6.1.3. APU - WDT Recovery

This function demonstrates the system recovery through FPD Watchdog.

The Linux, running on APU subsystem, launches the TRD application watchdog-daemon as daemon using the init script watchdog-daemon-init. This application is responsible for configuring and kicking the FPD Watchdog in the system for infinite time.

The watchdog is configured with the timeout value of 20 seconds and is kicked every 5 seconds.

To test the recovery, in Linux start the watchdog-daemon (automatically done at boot) and simulate a hang by killing the watchdog-daemon application.

# Start the Watchdog
/etc/init.d/watchdog-daemon-init start

# Do normal operations

#Kill the watchdog
/etc/init.d/watchdog-daemon-init stop

6.1.3.1. Behind the scene

During the BOOT image creation, config_fpd_wdt.cdo added in boot.bif will configure the expiry action of the FPD WDT to Subsystem Restart. PLM configures this action in the error management module. Whenever FPD WDT expires, the PLM gets the notification to perform the configured action.

In Linux system, the watchdog driver is enabled by default. The Linux device tree has the FPD WDT node enabled. So the FPD watchdog is populated as hardware watchdog device. The watchdog-daemon opens this device and configure it for 20 seconds. Then this application is running an infinite loop to kick the watchdog every 5 seconds.

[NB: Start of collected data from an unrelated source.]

/// The windows of orders 2..=`max_order`: order n from `pre` before its
/// arrival to the start of order n − 1's window (the linear window, which
/// starts `linear_pre` before the peak `ipeak`, for n = 2). `pre` is half
/// the gap to order n + 1, at most 100 ms, as for the linear window.
pub fn harmonic_windows(
    design: &SweepDesign,
    ipeak: usize,
    linear_pre: usize,
    max_order: u32,
) -> Vec<HarmonicWindow> {
    let fs = design.fs();
    let l = design.rate_constant_s;
    let mut next_start = ipeak as isize - linear_pre as isize;
    let mut out = Vec::new();
    for n in 2..=max_order {
        let arrival = ipeak as f64 - design.harmonic_offset_s(n) * fs;
        let gap_above = l * (f64::from(n + 1) / f64::from(n)).ln() * fs;
        let pre = (0.5 * gap_above).min(0.1 * fs).round() as usize;
        let start = arrival.round() as isize - pre as isize;
        let len = (next_start - start).max(1) as usize;
        out.push(HarmonicWindow {
            order: n,
            start,
            len,
            pre,
        });
        next_start = start;
    }
    out
}

/// One harmonic order against the excitation frequency.
#[derive(Debug, Clone, PartialEq, Serialize, Deserialize)]
pub struct Order {
    /// The order n (2 = second harmonic).
    pub order: u32,
    /// Excitation frequencies, Hz: from half an octave above the sweep's
    /// start (three fade-in lengths) to where the n-th harmonic reaches the
    /// sweep's fade-out (see docs/method.md).
    pub frequency_hz: Vec<f64>,
    /// Level re the fundamental at the same excitation frequency, dB;
    /// `null` where the order is less than 10 dB above its noise floor.
    pub level_db: Vec<Option<f64>>,
    /// The noise floor of this order re the fundamental, dB (`null` where
    /// no noise estimate could be made).
    pub noise_floor_db: Vec<Option<f64>>,
    /// L·ln n, s: how far ahead of the linear response this order arrives.
    pub expected_offset_s: f64,
    /// The measured lead of this order's envelope peak over the linear
    /// response's, s (`null` where the order is nowhere above its noise).
    pub measured_offset_s: Option<f64>,
}

/// Total harmonic distortion against the excitation frequency.
#[derive(Debug, Clone, PartialEq, Serialize, Deserialize)]
pub struct Thd {
    /// Excitation frequencies, Hz (those of the 2nd order).
    pub frequency_hz: Vec<f64>,
    /// √(Σ V_n²)/V1 over the reported orders whose harmonic lies in the
    /// band, percent; `null` where no order is above its noise.
    pub percent: Vec<Option<f64>>,
    /// The same sum over the orders' noise floors, percent.
    pub noise_floor_percent: Vec<Option<f64>>,
}

/// Everything the distortion analysis reports.
#[derive(Debug, Clone, PartialEq, Serialize, Deserialize)]
pub struct Distortion {
    /// Highest order analysed.
    pub harmonics: u32,
    /// Smoothing applied to the orders and the fundamental.
    pub smoothing: Smoothing,
    /// What `level_db` is relative to, in words.
    pub level_reference: String,
    /// Orders 2..=harmonics.
    pub orders: Vec<Order>,
    /// Total harmonic distortion.
    pub thd: Thd,
    /// Warnings about the distortion estimate (`warnings` and
    /// `warning_codes`).
    #[serde(flatten)]
    pub warnings: Warnings,
}

/// What the distortion analysis needs from the linear analysis.
#[derive(Debug, Clone, Copy)]
pub struct Inputs<'a> {
    /// The circular deconvolution.
    pub h: &'a [f64],
    /// Index of the linear impulse peak in `h`.
    pub ipeak: usize,
    /// Samples of the linear window before the peak.
    pub linear_pre: usize,
    /// The windowed linear impulse response and its first sample in `h`.
    pub linear_ir: &'a [f64],
    /// First sample of `linear_ir` in `h` (circular).
    pub linear_start: isize,
    /// The linear spectrum (band limit removed) on `fft_len` bins.
    pub linear_spectrum: &'a [Complex<f64>],
    /// FFT length of `linear_spectrum`, also used for the orders.
    pub fft_len: usize,
    /// A stretch of `h` with noise only, [start, end), if there is one.
    pub noise_region: Option<(usize, usize)>,
}

fn power_of(spec: &[Complex<f64>]) -> Vec<f64> {
    spec.iter().map(|c| c.norm_sqr()).collect()
}

/// |FFT|² of `x` on `n` bins with the band limit [`deconv::low_edge`]
/// divided out, and the bin spacing. Only bins below 4·f1 need it: above,
/// |low_edge|² differs from 1 by less than (1/4)^16 ≈ 2·10⁻¹⁰.
fn power_spectrum(x: &[f64], n: usize, fs: f64, f1: f64) -> (Vec<f64>, f64) {
    let df = fs / n as f64;
    let mut p = power_of(&fft::rfft(x, n));
    for (k, v) in p.iter_mut().enumerate() {
        let f = k as f64 * df;
        if f >= 4.0 * f1 {
            break;
        }
        if f >= f1 * 2f64.powf(-0.25) {
            *v /= deconv::low_edge(f, f1).norm_sqr();
        }
    }
    (p, df)
}

/// Sub-sample position of the largest value of `e` (parabola through the
/// peak and its neighbours).
fn peak_position(e: &[f64]) -> f64 {
    let i = e
        .iter()
        .enumerate()
        .fold(0, |m, (i, &v)| if v > e[m] { i } else { m });
    if i == 0 || i + 1 >= e.len() {
        return i as f64;
    }
    let (a, b, c) = (e[i - 1], e[i], e[i + 1]);
    let d = a - 2.0 * b + c;
    if d.abs() < f64::MIN_POSITIVE {
        i as f64
    } else {
        i as f64 + 0.5 * (a - c) / d
    }
}

/// The distortion orders 2..=`max_order` on the excitation-frequency grid
/// `grid` (the response grid), smoothed like the response.
pub fn analyze(
    inputs: Inputs<'_>,
    design: &SweepDesign,
    max_order: u32,
    smoothing: Smoothing,
    grid: &[f64],
) -> Distortion {
    let fs = design.fs();
    let f1 = design.params.start_hz;
    let f2 = design.params.end_hz;
    // Harmonics are read only below the sweep's fade-out, with a margin of
    // as much again: the linear response's own band edge at f2 rings on
    // both sides of its peak, and the part before the peak lies in the
    // harmonic windows, right at the top of their band.
    let f_top = f2 * 2f64.powf(-2.0 * design.params.fade_out_octaves.max(1.0 / 48.0));
    // ... and from three fade-in lengths above f1 (half an octave with the
    // default fade): while the sweep fades in, a nonlinear device's output
    // is not yet a clean set of harmonics, and its onset lands in every
    // order's window at excitation frequencies near f1 (measured with a
    // Chebyshev device of 5 % distortion: −31 dB of a false order at f1,
    // −65 dB at f1·√2; see tests/commands/distortion.rs).
    let f_low = f1 * 2f64.powf(3.0 * design.params.fade_in_octaves.max(1.0 / 48.0));
    let first = grid
        .iter()
        .position(|&f| f >= f_low * (1.0 - 1e-12))
        .unwrap_or(grid.len());
    let m = inputs.fft_len;
    let df = fs / m as f64;
    let band = |f: f64| {
        let (lo, hi) = smoothing.band(f);
        (lo.max(f1), hi.min(f2))
    };
    let harmonic_band = |f: f64| {
        let (lo, hi) = smoothing.band(f);
        (lo.max(f1), hi.min(f_top))
    };
    let linear = PiecewiseIntegral::new(power_of(inputs.linear_spectrum), df);
    let fundamental: Vec<f64> = grid
        .iter()
        .map(|&f| {
            let (lo, hi) = band(f);
            linear.mean(lo, hi)
        })
        .collect();

    // noise power spectral density (per unit of window energy), from at
    // most a second of the noise-only stretch
    let noise_psd = inputs.noise_region.and_then(|(a, b)| {
        let len = b.saturating_sub(a).min(fs as usize);
        if (len as f64) < 0.05 * fs {
            return None;
        }
        let w = Window::Hann.make(len);
        let energy: f64 = w.iter().map(|v| v * v).sum();
        let seg: Vec<f64> = (0..len).map(|i| inputs.h[a + i] * w[i]).collect();
        let fft_len = response::spectrum_len(len, fs, 2.0 * f_low);
        let (mut power, df) = power_spectrum(&seg, fft_len, fs, f1);
        for v in &mut power {
            *v /= energy;
        }
        Some(PiecewiseIntegral::new(power, df))
    });

    // the linear response's arrival: its envelope peak near the impulse
    // peak (`linear_pre` into the window)
    let near_len = |pre: usize, len: usize| (3 * pre + 1).min(len);
    let lin_near = &inputs.linear_ir[..near_len(inputs.linear_pre, inputs.linear_ir.len())];
    let lin_env = etc::envelope_squared(lin_near);
    let lin_peak_abs = inputs.linear_start as f64 + peak_position(&lin_env);

    let windows = harmonic_windows(design, inputs.ipeak, inputs.linear_pre, max_order);
    let mut orders = Vec::new();
    // per THD grid point: Σ of reported powers and of floors, re fundamental
    let thd_end = grid
        .iter()
        .filter(|&&f| 2.0 * f <= f_top)
        .count()
        .max(first);
    let thd_len = thd_end - first;
    let mut thd_sum = vec![0.0; thd_len];
    let mut thd_any = vec![false; thd_len];
    let mut thd_floor = vec![0.0; thd_len];
    for w in &windows {
        let n = f64::from(w.order);
        let fade_out = (w.len / 10).max(1);
        let cut = deconv::cut(inputs.h, w.start, w.len, w.pre / 2, fade_out);
        let taper_energy = window::taper_energy(w.len, w.pre / 2, fade_out);
        // bins dense enough for the grid at this order's lowest frequency
        let fft_len = response::spectrum_len(w.len, fs, n * f_low);
        let (power, df_n) = power_spectrum(&cut, fft_len, fs, f1);
        let power = PiecewiseIntegral::new(power, df_n);
        let end = grid.iter().filter(|&&f| n * f <= f_top).count().max(first);
        let mut level_db = Vec::with_capacity(end - first);
        let mut noise_floor_db = Vec::with_capacity(end - first);
        let mut any_valid = false;
        for (i, &f) in grid[first..end].iter().enumerate() {
            let (lo, hi) = harmonic_band(n * f);
            let p = power.mean(lo, hi);
            let p1 = fundamental[first + i].max(f64::MIN_POSITIVE);
            let floor = noise_psd.as_ref().map(|s| s.mean(lo, hi) * taper_energy);
            let valid = match floor {
                Some(fl) => p >= fl * 10f64.powf(MIN_ABOVE_NOISE_DB / 10.0),
                None => false,
            };
            level_db.push(valid.then(|| 10.0 * (p / p1).log10()));
            noise_floor_db.push(floor.map(|fl| 10.0 * (fl.max(1e-300) / p1).log10()));
            if i < thd_len {
                if valid {
                    thd_sum[i] += p / p1;
                    thd_any[i] = true;
                }
                if let Some(fl) = floor {
                    thd_floor[i] += fl / p1;
                }
            }
            any_valid |= valid;
        }
        // the order's own arrival: its envelope peak within ±pre of where
        // it is expected (later parts of the window hold its decay, and in
        // a room other orders' decays too)
        let env = etc::envelope_squared(&cut[..near_len(w.pre, cut.len())]);
        let near = &env[..(2 * w.pre + 1).min(env.len())];
        let peak_abs = w.start as f64 + peak_position(near);
        orders.push(Order {
            order: w.order,
            frequency_hz: grid[first..end].to_vec(),
            level_db,
            noise_floor_db,
            expected_offset_s: design.harmonic_offset_s(w.order),
            measured_offset_s: any_valid.then(|| (lin_peak_abs - peak_abs) / fs),
        });
    }
    let thd = Thd {
        frequency_hz: grid[first..thd_end].to_vec(),
        percent: (0..thd_len)
            .map(|i| thd_any[i].then(|| 100.0 * thd_sum[i].sqrt()))
            .collect(),
        noise_floor_percent: (0..thd_len)
            .map(|i| noise_psd.is_some().then(|| 100.0 * thd_floor[i].sqrt()))
            .collect(),
    };

    let mut warnings = Warnings::new();
    if noise_psd.is_none() {
        warnings.add(
            Code::DistortionUnmeasurable,
            "no stretch of the recording holds only noise, so the distortion orders cannot be told from noise and are not reported; use a sweep that spans more than a decade, with a silent tail",
        );
    }
    let high = thd
        .percent
        .iter()
        .filter(|p| p.is_some_and(|v| v > HIGH_THD_PERCENT))
        .count();
    if thd_len > 0 && high as f64 > HIGH_SHARE * thd_len as f64 {
        warnings.add(Code::DistortionHigh, format!(
            "harmonic distortion exceeds {HIGH_THD_PERCENT} % over {:.0} % of the band: the device is driven hard or is clipping; lower the level and measure again",
            100.0 * high as f64 / thd_len as f64
        ));
    }
    if let Some(w) = overlap_warning(inputs, design) {
        warnings.add(Code::HarmonicOverlap, w);
    }
    Distortion {
        harmonics: max_order,
        smoothing,
        level_reference: "dB re the fundamental at the same excitation frequency".into(),
        orders,
        thd,
        warnings,
    }
}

When this application is killed or hanged, the watchdog stops receiving the kick (heartbeats), resulting in watchdog expiry. And hence PLM will perform Subsystem Restart.

6.1.3.2. Python Module & Jupyter wrapper.

This operation can be performed from the python module vssr_trd, which is used by this notebook.

Click Perform Action to execute python call sequence similar to:

import vssr_trd as trd
trd.init()
trd.SetControl(0,4)

6.1.3.3. Observation

Observe the system recovering after a countdown of about 15 to 20 seconds. Linux killed in the APU terminal and RPU application still running in it’s terminal; Linux subsystem is reloaded thereafter.

Note: As APU is hosting this notebook, the notebook becomes inactive and disconnects during the reboot. After reboot one must reconnect the notebook in the browser. In most cases just a browser refresh is enough to reconnect the notebook after reboot.